Using the C++ Math Library    

Operators

Operator syntax is a very convenient and natural looking shorthand for function calls. The MATLAB C++ Math Library supports a subset of the operators available in MATLAB. The library provides all of the relational operators and those arithmetic and miscellaneous operators that do not violate rules of C++ syntax. The operators that are not available as operators are available via function calls.

In MATLAB there are two classes of arithmetic operators: array operators and matrix operators. In the MATLAB C++ Math Library the arithmetic operators are matrix operators, except for + and - for which the distinction is meaningless. This means that, for example, A * B is the linear algebraic product (matrix multiplication) of A and B, rather than the elementwise product of A and B.  A and B are mwArray objects. All of the arithmetic array operators are also available via function calls.

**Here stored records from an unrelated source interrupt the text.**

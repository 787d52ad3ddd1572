"""How a paper stands, on its page: every state, the comparison with the paper, what is shown and hidden."""

from __future__ import annotations

import sqlite3
from datetime import timedelta

import pytest
from desk_bench import NOON, Bench, code_of, rewrite, word

from sheets.register import issuing
from sheets.register.opening import open_register
from sheets.register.store import Register

STOP = 'class="standing stop"'
GO = 'class="standing go"'


def opened(bench: Bench) -> Register:
    return open_register(bench.register)


def test_a_current_paper_says_so(bench: Bench) -> None:
    issued = bench.issue()
    answer = bench.client().get(code_of(issued))
    assert answer.status_code == 200
    assert word(answer) == "current"
    assert GO in answer.text
    assert "WI-204 revision 1 · KP-2" in answer.text
    for name in ("Ines Kurz", "Olaf Brenner"):
        assert name in answer.text
    assert "not a work instruction" in answer.text


def test_the_whole_digest_stands_there_in_groups(bench: Bench) -> None:
    issued = bench.issue()
    assert issued.issue is not None
    digest = issued.issue.content_digest
    assert "-".join(digest[at : at + 4] for at in (0, 4, 8, 12)) in bench.client().get(code_of(issued)).text


def test_a_superseded_paper_points_to_the_current_one(bench: Bench) -> None:
    old = bench.issue()
    client = bench.client()
    assert word(client.get(code_of(old))) == "current"
    new = bench.issue()
    answer = client.get(code_of(old))  # at once, whatever is kept in memory
    assert word(answer) == "superseded"
    assert STOP in answer.text
    assert f'href="/r/{new.record_id}"' in answer.text
    assert "Ines Kurz" not in answer.text
    assert word(client.get(code_of(new))) == "current"


def test_a_withdrawn_paper_says_by_whom_and_why(bench: Bench) -> None:
    issued = bench.issue()
    with opened(bench) as register:
        issuing.withdraw(
            register, issued.record_id, reason="pump was changed", by="Olaf Brenner", when=bench.clock()
        )
    answer = bench.client().get(code_of(issued))
    assert word(answer) == "withdrawn"
    assert STOP in answer.text
    assert "pump was changed" in answer.text
    assert "No revision of WI-204 is current" in answer.text


def test_what_was_never_issued(bench: Bench) -> None:
    client = bench.client()
    first = bench.reserve()
    assert word(client.get(f"/r/{first}")) == "not issued"
    second = bench.reserve()
    assert word(client.get(f"/r/{first}")) == "void"
    with opened(bench) as register:
        issuing.reject(register, second, reason="wrong plate", by="Olaf Brenner", when=bench.clock())
    answer = client.get(f"/r/{second}")
    assert word(answer) == "rejected"
    assert "wrong plate" in answer.text


def test_an_unknown_record(bench: Bench) -> None:
    answer = bench.client().get("/r/0123456789")
    assert (answer.status_code, word(answer)) == (404, "unknown")
    assert STOP in answer.text


@pytest.mark.parametrize(
    ("digest", "number"),
    [("00000000", "1"), (None, "2"), ("short", "1"), (None, "<b>1</b>")],
)
def test_a_code_that_is_not_the_record_s_is_another_paper(
    bench: Bench, digest: str | None, number: str
) -> None:
    issued = bench.issue()
    assert issued.issue is not None
    said = {"d": digest or issued.issue.content_digest[:8], "v": number}
    answer = bench.client().get(f"/r/{issued.record_id}", params=said)
    assert word(answer) == "another paper"
    assert STOP in answer.text
    assert "differs" in answer.text
    assert "The signed file" not in answer.text
    assert "<b>1</b>" not in answer.text


def test_what_was_typed_off_the_foot_of_a_page(bench: Bench) -> None:
    issued = bench.issue()
    assert issued.issue is not None
    digest = issued.issue.content_digest
    typed = "-".join(digest[at : at + 4] for at in (0, 4, 8, 12)).lower()
    client = bench.client()
    answer = client.get("/find", params={"id": issued.record_id.lower(), "d": typed, "v": "1"})
    assert answer.status_code == 303
    answer = client.get(answer.headers["location"])
    assert word(answer) == "current"
    wrong = typed[:-1] + ("0" if typed[-1] != "0" else "1")
    assert word(client.get(f"/r/{issued.record_id}", params={"d": wrong})) == "another paper"


@pytest.mark.parametrize("path", ["/find?id=%E2%80%AE%00ab", "/r/%E2%80%AE%00ab"])
def test_what_turns_the_words_around_it_is_shown_by_its_number(bench: Bench, path: str) -> None:
    bench.issue()
    answer = bench.client().get(path)
    assert answer.status_code == 404
    assert all(sign.isprintable() or sign == "\n" for sign in answer.text)
    assert "\\u202e" in answer.text.lower()


def test_a_register_that_does_not_hold_says_nothing(bench: Bench) -> None:
    issued = bench.issue()
    client = bench.client()
    assert word(client.get(code_of(issued))) == "current"
    rewrite(bench)
    bench.clock.move(seconds=31)  # an old event behind the last one: seen when it is judged anew
    answer = client.get(code_of(issued))
    assert (answer.status_code, word(answer)) == (503, "not established")
    for said in ("WI-204", "Ines Kurz", "KP-2"):
        assert said not in answer.text
    assert client.get(f"/r/{issued.record_id}/file").status_code == 404


def test_an_end_that_was_cut_off_shows_by_the_anchor(bench: Bench) -> None:
    old = bench.issue()
    new = bench.issue()
    with sqlite3.connect(bench.register) as other:
        last = other.execute("SELECT sequence, hash FROM events ORDER BY sequence DESC LIMIT 1").fetchone()
        anchor = f"{last[0]}:{last[1]}"
    client = bench.client(anchors=(anchor,))
    assert word(client.get(code_of(new))) == "current"
    with sqlite3.connect(bench.register) as other:
        guards = other.execute("SELECT name, sql FROM sqlite_master WHERE type = 'trigger'").fetchall()
        for name, _ in guards:
            other.execute(f"DROP TRIGGER {name}")
        other.execute("DELETE FROM events WHERE record_id = ?", (new.record_id,))
        for _, sql in guards:
            other.execute(sql)
    assert word(bench.client().get(code_of(old))) == "current"  # without an anchor nobody can see it
    assert word(client.get(code_of(old))) == "not established"


def test_a_register_that_went_away_is_no_answer(bench: Bench) -> None:
    issued = bench.issue()
    client = bench.client()
    assert word(client.get(code_of(issued))) == "current"
    bench.register.rename(bench.folder / "elsewhere")
    answer = client.get(code_of(issued))
    assert (answer.status_code, word(answer)) == (503, "not established")
    assert str(bench.folder) not in answer.text


def test_a_register_that_was_put_back_is_read_anew(bench: Bench) -> None:
    old = bench.issue()
    copy = bench.register.read_bytes()
    new = bench.issue()
    client = bench.client()
    assert word(client.get(code_of(old))) == "superseded"
    restored = bench.folder / "restored"
    restored.write_bytes(copy)
    restored.replace(bench.register)
    assert word(client.get(code_of(old))) == "current"
    assert word(client.get(code_of(new))) == "unknown"


def test_nothing_is_kept_on_the_way(bench: Bench) -> None:
    issued = bench.issue()
    client = bench.client()
    for path in (code_of(issued), "/r/0123456789", "/find", "/no such page", f"/r/{issued.record_id}/file"):
        assert client.get(path).headers["cache-control"] == "no-store"


def test_the_signed_file_is_offered_only_to_the_byte(bench: Bench) -> None:
    issued = bench.issue(data=b"%PDF-1.7 the pack")
    client = bench.client()
    link = f"/r/{issued.record_id}/file"
    assert link not in client.get(code_of(issued)).text
    assert client.get(link).status_code == 404
    pack = bench.folder / "packs" / "any name.pdf"
    pack.write_bytes(b"%PDF-1.7 another pack")
    assert client.get(link).status_code == 404
    pack.unlink()
    (bench.folder / "packs" / "KP-2.pdf").write_bytes(b"%PDF-1.7 the pack")
    assert word(client.get(code_of(issued))) == "current"
    answer = client.get(link)
    assert (answer.status_code, answer.content) == (200, b"%PDF-1.7 the pack")
    assert link in client.get(code_of(issued)).text
    assert answer.headers["content-type"] == "application/pdf"
    (bench.folder / "packs" / "KP-2.pdf").write_bytes(b"%PDF-1.7 changed in its place")
    assert client.get(link).status_code == 404


def test_the_file_of_an_old_revision_is_not_handed_out(bench: Bench) -> None:
    old = bench.issue(data=b"%PDF-1.7 old")
    bench.issue(data=b"%PDF-1.7 new")
    (bench.folder / "packs" / "old.pdf").write_bytes(b"%PDF-1.7 old")
    assert bench.client().get(f"/r/{old.record_id}/file").status_code == 404


def test_the_address_may_have_a_path(bench: Bench) -> None:
    issued = bench.issue()
    text = bench.site.read_text(encoding="utf-8").replace(".example", ".example/jamnut/desk")
    bench.site.write_text(text, encoding="utf-8")
    client = bench.client()
    answer = client.get(f"/jamnut/desk{code_of(issued)}")
    assert word(answer) == "current"
    assert 'href="/jamnut/desk/look.css"' in answer.text
    assert client.get("/jamnut/desk/look.css").status_code == 200


def test_days_are_those_of_the_works(bench: Bench) -> None:
    text = bench.site.read_text(encoding="utf-8") + "zone: Pacific/Auckland\n"
    bench.site.write_text(text, encoding="utf-8")
    issued = bench.issue()
    bench.clock.at = NOON + timedelta(hours=1)
    # Noon UTC on 4 March is 1 in the morning of 5 March there: UTC+13, daylight time (IANA tz database).
    assert "issued 2031-03-05" in bench.client().get(code_of(issued)).text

Operators in the MATLAB C++ Math Library are vectorized. This means you can use the + operator, for example, to compute the sum of two arrays without using a loop. In C++, without some kind of an array class, you'd use one or two for-loops to compute the sum of two arrays; e.g., for every row in the array and for every column in the row, compute the sum at the row/column intersection. The operators in the MATLAB C++ Math Library all contain loops of this sort already, so there is no need for you to write them.

The section Operators in Chapter 11 lists the available operators and their function call equivalents.